- Born: May 24, 1959 (age 66) Rio de Janeiro

Academic background
- Alma mater: Pontifical Catholic University of Rio de Janeiro (B.Sc.) 1987 University of Pennsylvania (PhD) 1990

Academic work
- Discipline: Economics
- School or tradition: Economic liberalism
- Institutions: Banco BBM (1997–present)

= Beny Parnes =

Beny Parnes (/pt/; born May 24, 1959) is a Brazilian economist, former Director for International Affairs of the Central Bank of Brazil. He was married to Patrícia Carlos de Andrade, with whom he had three children.

== Academic life ==
Parnes graduated in economics in the early 1980s at the Pontifical Catholic University of Rio de Janeiro, where he was a colleague of Armínio Fraga (BC's president between 1999 and 2002). From 1986 to 1987, he got his master's degree in economics from the same institution, and then went with his family to the United States, where he earned a doctorate at the University of Pennsylvania, specializing in macroeconomics and international finances.

== Career ==
Upon returning to Brazil in 1991, Parnes went working to the BBM Bank of Rio de Janeiro. From 1994 to 1995 he was employee of the Matrix Bank, but then returned to BBM.

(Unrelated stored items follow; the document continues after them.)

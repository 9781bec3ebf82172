//! The marginal accelerations of the two usual classes: a dense generalised eigenproblem each.
//!
//! With T the tractions per k² of a harmonic, Δ = ρ_below − ρ_above and g(t) = g + a cos ωt, the balance of the harmonic n is
//!
//! ```text
//! [T(Λₙ) − diag(Δg + σk²)] ζₙ = (a/2) diag(Δ) (ζₙ₋₁ + ζₙ₊₁),     Λₙ = i(α + n)ω,  α = 0 or 1/2
//! ```
//!
//! The displacement is real, so ζ₋ₙ = ζₙ* (harmonic) and ζ₋₁ = ζ₀* (subharmonic): real and imaginary parts of the
//! harmonics n ≥ 0 suffice, A ζ = a B ζ with real matrices.

use super::ACCURACY;
use super::coefficients::{jump, tractions};
use super::eigen::generalised;
use nalgebra::DMatrix;
use num_complex::Complex64;
use physics::stability::layered::Layered;

/// More harmonics than any marginal acceleration of a laboratory's fluids takes.
const MOST_HARMONICS: usize = 256;

/// Marginal accelerations at one wavenumber.
#[derive(Debug, Clone, PartialEq)]
pub struct Marginal {
    /// Ascending, m/s².
    pub harmonic: Vec<f64>,
    /// Ascending, m/s².
    pub subharmonic: Vec<f64>,
    /// Harmonics that it took.
    pub harmonics: usize,
    /// Eigenproblems solved on the way.
    pub eigenproblems: usize,
}

/// The marginal accelerations up to `up_to` at wavenumber `k`, with harmonics doubled until the ones that limits are
/// made of do not change by more than [`ACCURACY`].
///
/// # Panics
/// When they do not settle, which would be a defect here.
pub fn marginal(layered: &Layered, omega: f64, k: f64, up_to: f64) -> Marginal {
    let needed = super::coefficients::falling(layered, k) + 1;
    let mut harmonics = 1;
    let mut problem = Problem { layered, omega, k, up_to, tractions: [Vec::new(), Vec::new()] };
    let mut last = problem.solve(harmonics);
    let mut eigenproblems = 2;
    loop {
        assert!(harmonics < MOST_HARMONICS, "marginal accelerations do not settle at {k}/m");
        harmonics *= 2;
        let next = problem.solve(harmonics);
        eigenproblems += 2;
        let settled = |class: usize, many: usize| {
            let (one, two) = (&last[class], &next[class]);
            let (one, two) = (&one[..many.min(one.len())], &two[..many.min(two.len())]);
            one.len() == two.len() && one.iter().zip(two).all(|(a, b)| (a - b).abs() <= ACCURACY * b)
        };
        if settled(0, needed) && settled(1, 1) {
            // The last doubling only showed that the one before was enough.
            let [harmonic, subharmonic] = next;
            return Marginal { harmonic, subharmonic, harmonics: harmonics / 2, eigenproblems };
        }
        last = next;
    }
}

struct Problem<'a> {
    layered: &'a Layered,
    omega: f64,
    k: f64,
    up_to: f64,
    /// Of the harmonics 0, 1, … of each class, as far as they were needed.
    tractions: [Vec<DMatrix<Complex64>>; 2],
}

impl Problem<'_> {
    /// Marginal accelerations of both classes, ascending, with harmonics up to `harmonics`.
    fn solve(&mut self, harmonics: usize) -> [Vec<f64>; 2] {
        [0, 1].map(|class| {
            for n in self.tractions[class].len()..=harmonics {
                let lambda = Complex64::new(0.0, (n as f64 + 0.5 * class as f64) * self.omega);
                let tractions = tractions(self.layered, self.k, lambda);
                self.tractions[class].push(tractions);
            }
            let (a, b) = self.matrices(class, harmonics);
            real_positive(a, &b, self.up_to)
        })
    }

    /// A and B of a class: unknowns are Re ζₙ, Im ζₙ of every interface, harmonic by harmonic.
    fn matrices(&self, class: usize, harmonics: usize) -> (DMatrix<f64>, DMatrix<f64>) {
        let Problem { layered, k, .. } = *self;
        let interfaces = layered.tensions.len();
        let size = 2 * interfaces * (harmonics + 1);
        let at = |n: usize, part: usize, i: usize| (2 * n + part) * interfaces + i;
        let (mut a, mut b) = (DMatrix::zeros(size, size), DMatrix::zeros(size, size));
        for n in 0..=harmonics {
            for i in 0..interfaces {
                for j in 0..interfaces {
                    let mut entry = self.tractions[class][n][(i, j)];
                    if i == j {
                        entry -= jump(layered, i) * layered.gravity + layered.tensions[i] * k * k;
                    }
                    a[(at(n, 0, i), at(n, 0, j))] = entry.re;
                    a[(at(n, 0, i), at(n, 1, j))] = -entry.im;
                    a[(at(n, 1, i), at(n, 0, j))] = entry.im;
                    a[(at(n, 1, i), at(n, 1, j))] = entry.re;
                }
                let half = 0.5 * jump(layered, i);
                for part in [0, 1] {
                    // ζ₋₁ is the conjugate of ζ₁ or of ζ₀.
                    let sign = if part == 0 { 1.0 } else { -1.0 };
                    let below = if n > 0 { (n - 1, 1.0) } else { (1 - class, sign) };
                    b[(at(n, part, i), at(below.0, part, i))] += half * below.1;
                    if n < harmonics {
                        b[(at(n, part, i), at(n + 1, part, i))] += half;
                    }
                }
            }
        }
        (a, b)
    }
}

/// The real positive a ≤ `up_to` of A ζ = a B ζ, ascending.
fn real_positive(a: DMatrix<f64>, b: &DMatrix<f64>, up_to: f64) -> Vec<f64> {
    let mut found: Vec<f64> = generalised(a, b, up_to / 3.0)
        .iter()
        .filter(|a| a.re > 0.0 && a.re <= up_to && a.im.abs() < 1e-7 * a.re)
        .map(|a| a.re)
        .collect();
    found.sort_by(f64::total_cmp);
    found
}
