impl<D: Size> Search<'_, D>
where
    DefaultAllocator: Allocator<D, D> + Allocator<D>,
{
    /// The determinant near `start`'s half of the strip.
    fn full(&self, s: Complex64, upper_half: bool) -> Complex64 {
        self.hill.characteristic(s, self.a, &self.references[usize::from(upper_half)])
    }

    /// The same with the zeros found so far divided out.
    fn reduced(&self, s: Complex64, upper_half: bool) -> Complex64 {
        self.found.iter().fold(self.full(s, upper_half), |value, zero| value / self.factor(s, *zero))
    }

    fn is_upper(&self, s: Complex64) -> bool {
        s.im > 0.25 * self.hill.omega
    }

    /// 1 − e^{2π(z − s)/ω} and, for a z off the real lines, the same with its conjugate: vanishes at z + inω.
    fn factor(&self, s: Complex64, z: Complex64) -> Complex64 {
        let scale = std::f64::consts::TAU / self.hill.omega;
        let one = |z: Complex64| Complex64::new(1.0, 0.0) - ((z - s) * scale).exp();
        if self.multiplicity(z) == 1 { one(z) } else { one(z) * one(z.conj()) }
    }

    /// 1 on the real lines Im s = 0 and ω/2, else 2 (the conjugate counts too).
    fn multiplicity(&self, z: Complex64) -> usize {
        let folded = fold(z.im, self.hill.omega);
        if folded < REAL * self.hill.omega || folded > (0.5 - REAL) * self.hill.omega { 1 } else { 2 }
    }

    /// The next exponent from a start, polished on F itself; `None` when the method does not settle or finds a
    /// known one.
    fn next(&mut self, start: Complex64) -> Option<Complex64> {
        let omega = self.hill.omega;
        let rough = muller(start, |s| self.reduced(s, self.is_upper(start)), 40, 1e-6)?;
        let rough = Complex64::new(rough.re, fold(rough.im, omega));
        let root = muller(rough, |s| self.full(s, self.is_upper(rough)), 30, 1e-13)?;
        let root = self.on_its_line(Complex64::new(root.re, fold(root.im, omega)));
        // Where fluids are equal their interface has a neutral exponent that means nothing.
        if self.hill.axis > 0.0 && root.norm() < 10.0 * self.hill.axis {
            return None;
        }
        let close = |known: &Complex64| (known - root).norm() < 1e-7 * (root.norm() + 1e-3 * omega);
        // Far left of the axis F oscillates between the poles of vorticity modes: nothing there concerns us.
        if self.found.iter().any(close) || root.re < -2.0 * omega || !root.is_finite() {
            return None;
        }
        if self.residual(root) > 1e-4 {
            return None;
        }
        self.found.push(root);
        Some(root)
    }

    /// All growing exponents, of which the one with the largest real part is returned; `None` when fewer than
    /// `wanted` are found.
    fn all_growing(
        &mut self,
        starts: &[Complex64],
        wanted: usize,
        cancel: &dyn Fn() -> bool,
    ) -> Result<Option<Complex64>, Failure> {
        let mut counted = 0;
        // Several rounds: an exponent found is divided out, which lets the same start find the next one.
        for _ in 0..wanted + 1 {
            for start in starts {
                if cancel() {
                    return Err(Failure::Cancelled);
                }
                if let Some(root) = self.next(*start)
                    && root.re > self.hill.axis
                {
                    counted += self.multiplicity(root);
                    if counted >= wanted {
                        return Ok(self.found.iter().copied().max_by(|x, y| x.re.total_cmp(&y.re)));
                    }
                }
            }
        }
        Ok(None)
    }

    /// The least damped interface mode when the estimates closest to the axis all lead to one.
    fn least_damped_as_estimated(&self, starts: &[Complex64]) -> Option<Complex64> {
        let omega = self.hill.omega;
        let mut best: Option<Complex64> = None;
        // The closest to the axis that could not be confirmed.
        let mut doubtful = f64::INFINITY;
        for start in starts.iter().take(4) {
            // A later estimate, already further from the axis, cannot win.
            if best.is_some_and(|known| start.re.abs() > 2.0 * known.re.abs()) {
                break;
            }
            let upper = self.is_upper(*start);
            let confirmed = muller(*start, |s| self.full(s, upper), 16, 1e-12).and_then(|root| {
                let root = self.on_its_line(Complex64::new(root.re, fold(root.im, omega)));
                let decays = root.re <= 0.0 && root.re > -2.0 * omega;
                (decays && self.residual(root) < 1e-4 && self.is_interface_mode(root)).then_some(root)
            });
            match confirmed {
                Some(root) if best.is_none_or(|known| root.re > known.re) => best = Some(root),
                Some(_) => {}
                None => doubtful = doubtful.min(start.re.abs()),
            }
        }
        best.filter(|root| root.re.abs() < doubtful)
    }

    /// The least damped interface mode, from estimates of the exponents.
    fn least_damped(&mut self, starts: &[Complex64]) -> Option<Complex64> {
        let mut best: Option<Complex64> = None;
        let mut consider = |root: Complex64| {
            if best.is_none_or(|known| root.re > known.re) {
                best = Some(root);
            }
        };
        // Every start several times: what is found is divided out, and the next exponent shows.
        for _ in 0..2 {
            for &start in starts {
                if let Some(root) = self.next(start)
                    && root.re <= 0.0
                    && self.is_interface_mode(root)
                {
                    consider(root);
                }
            }
        }
        starts.iter().filter_map(|start| self.extrapolated(start.im)).for_each(&mut consider);
        let omega = self.hill.omega;
        let limit = best.map_or(-2.0 * omega, |known| known.re);
        for im in [0.0, 0.5 * omega] {
            if let Some(root) = self.slow_on_line(im, limit)
                && best.is_none_or(|known| root.re > known.re)
            {
                best = Some(root);
            }
        }
        best
    }

    /// Left of the axis the vorticity modes of the gas crowd the real line and may stand in the way of any
    /// iteration. Here the determinant is extrapolated from the axis and from points right of it, at a distance
    /// like that of the exponent itself, where the crowd is not felt. The value stands (relative accuracy about
    /// 1e-2) when the determinant nearly vanishes there and polishing leads nowhere.
    fn extrapolated(&self, y: f64) -> Option<Complex64> {
        let omega = self.hill.omega;
        let origin = Complex64::new(0.0, y);
        let upper = self.is_upper(origin);
        let f0 = self.full(origin, upper);
        let mut reach = 1e-3 * omega;
        let mut guess = origin;
        for _ in 0..4 {
            let (f1, f2) = (self.full(origin + reach, upper), self.full(origin + 2.0 * reach, upper));
            let (linear, square) = ((-3.0 * f0 + 4.0 * f1 - f2) / 2.0, (f0 - 2.0 * f1 + f2) / 2.0);
            let root = (linear * linear - 4.0 * square * f0).sqrt();
            let denominator =
                if (linear + root).norm() > (linear - root).norm() { linear + root } else { linear - root };
            let step = -2.0 * f0 / denominator * reach;
            if !step.is_finite() {
                return None;
            }
            guess = origin + step;
            reach = step.norm().clamp(1e-6 * omega, 0.2 * omega);
        }
        if guess.re > 0.0 || (guess - origin).norm() > 0.05 * omega {
            return None;
        }
        let polished = muller(guess, |s| self.full(s, upper), 30, 1e-12).filter(|root| {
            (root - guess).norm() < 0.3 * (guess - origin).norm()
                && root.re <= 0.0
                && self.residual(*root) < 1e-4
                && self.is_interface_mode(*root)
        });
        let vanishes = self.full(guess, upper).norm() < 0.05 * f0.norm();
        let root = polished.or(vanishes.then_some(guess))?;
        let folded = fold(root.im, omega);
        Some(Complex64::new(root.re, if folded < REAL * omega { 0.0 } else { folded }))
    }

    /// An exponent close to Im s = 0 or ω/2, where the determinant is real, is looked for on that line itself: rounding
    /// must not make a lone real exponent look like one of a pair.
    fn on_its_line(&self, root: Complex64) -> Complex64 {
        let omega = self.hill.omega;
        let line = if root.im < 0.25 * omega { 0.0 } else { 0.5 * omega };
        let away = (root.im - line).abs();
        if away < REAL * omega {
            return Complex64::new(root.re, line);
        }
        if away > NEARLY_REAL * omega {
            return root;
        }
        let upper = line > 0.0;
        let real = |x: Complex64| Complex64::new(self.full(Complex64::new(x.re, line), upper).re, 0.0);
        match muller(Complex64::new(root.re, 0.0), real, 30, 1e-13) {
            Some(found)
                if found.im == 0.0 && (found.re - root.re).abs() < (2.0 * away).max(1e-4 * root.norm()) =>
            {
                Complex64::new(found.re, line)
            }
            _ => root,
        }
    }

    /// The slowest decaying interface mode on the real line Im s = `im` (0 or ω/2) with Re s between `limit` < 0 and
    /// 0: a change of sign that is no pole. Overdamped modes sit there, often so close to the origin that nothing on
    /// the axis points to them.
    fn slow_on_line(&self, im: f64, limit: f64) -> Option<Complex64> {
        let upper = im > 0.0;
        let value = |x: f64| self.full(Complex64::new(x, im), upper).re;
        slowest_zero(value, limit, |x| self.is_interface_mode(Complex64::new(x, im)))
            .map(|x| Complex64::new(x, im))
    }

    /// |F| at a point over |F| a small step away.
    fn residual(&self, s: Complex64) -> f64 {
        let step = 1e-2 * s.norm().max(1e-3 * self.hill.omega);
        let upper = self.is_upper(s);
        self.full(s, upper).norm() / self.full(s + step, upper).norm().max(f64::MIN_POSITIVE)
    }

    /// Whether the determinant turns at this zero over a length comparable to the zero's own size.
    fn is_interface_mode(&self, s: Complex64) -> bool {
        let step = 1e-4 * s.norm().max(1e-6 * self.hill.omega);
        let upper = self.is_upper(s);
        let slope = (self.full(s + step, upper) - self.full(s - step, upper)).norm() / (2.0 * step);
        let size = self.full(s + 0.5 * s.norm(), upper).norm();
        size / slope > INTERFACE_SHARE * s.norm()
    }

    /// Brackets the largest real part by counts on lines ever closer to it, then locates the exponent on the last.
    fn bracketed(
        &mut self,
        hints: &[Complex64],
        k: f64,
        cancel: &dyn Fn() -> bool,
    ) -> Result<Complex64, Failure> {
        let (hill, a) = (self.hill, self.a);
        let count_at = |sigma: f64| -> Result<super::count::Count, Failure> {
            if cancel() {
                return Err(Failure::Cancelled);
            }
            Line::new(hill, sigma, hints).count(hill, a, k)
        };
        let known = self.found.iter().map(|root| root.re).fold(0.0, f64::max);
        let (mut below, mut above) = (known, (2.0 * known).max(1e-3 * hill.omega));
        while count_at(above)?.right > 0 {
            below = above;
            above *= 2.0;
            if above > 1e6 * hill.omega {
                return Err(Failure::ExponentLost {
                    wavenumber: k,
                    acceleration: a,
                    above: below,
                    below: above,
                });
            }
        }
        self.found.clear();
        for _ in 0..60 {
            let middle = if below > 0.0 { (below * above).sqrt() } else { 0.1 * above };
            let count = count_at(middle)?;
            if count.right > 0 {
                below = middle
            } else {
                above = middle
            }
            let starts: Vec<_> = count.near.iter().take(3).map(|&(y, _)| Complex64::new(middle, y)).collect();
            for start in starts {
                if let Some(root) = self.next(start)
                    && root.re >= below * (1.0 - 1e-9)
                    && count_at(root.re * (1.0 + 1e-6) + 1e-9 * hill.omega)?.right == 0
                {
                    return Ok(root);
                }
            }
            self.found.clear();
        }
        Err(Failure::ExponentLost { wavenumber: k, acceleration: a, above: below, below: above })
    }
}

On November 27, 2001, he was invited by Armínio Fraga to become Director for International Affairs of the Central Bank of Brazil (a position that Fraga himself had held between 1991 and 1992), replacing Daniel Gleizer. Parnes was sworn in January 2002 and remained in office during the transition (2002–2003) of the Fernando Henrique Cardoso government to the Luiz Inácio Lula da Silva.

On September 10, 2003, citing personal reasons, Parnes sent his resignation to the Finance Minister, Antonio Palocci. The economist Alexandre Schwartsman was appointed for the position.

In 2004, Parnes returned to the Banco BBM, where he remains to date.

In 2007, he was elected "Best Specialist Manager of the Year" and "Best Specialist Manager of Leveraged Funds", by the Exame magazine.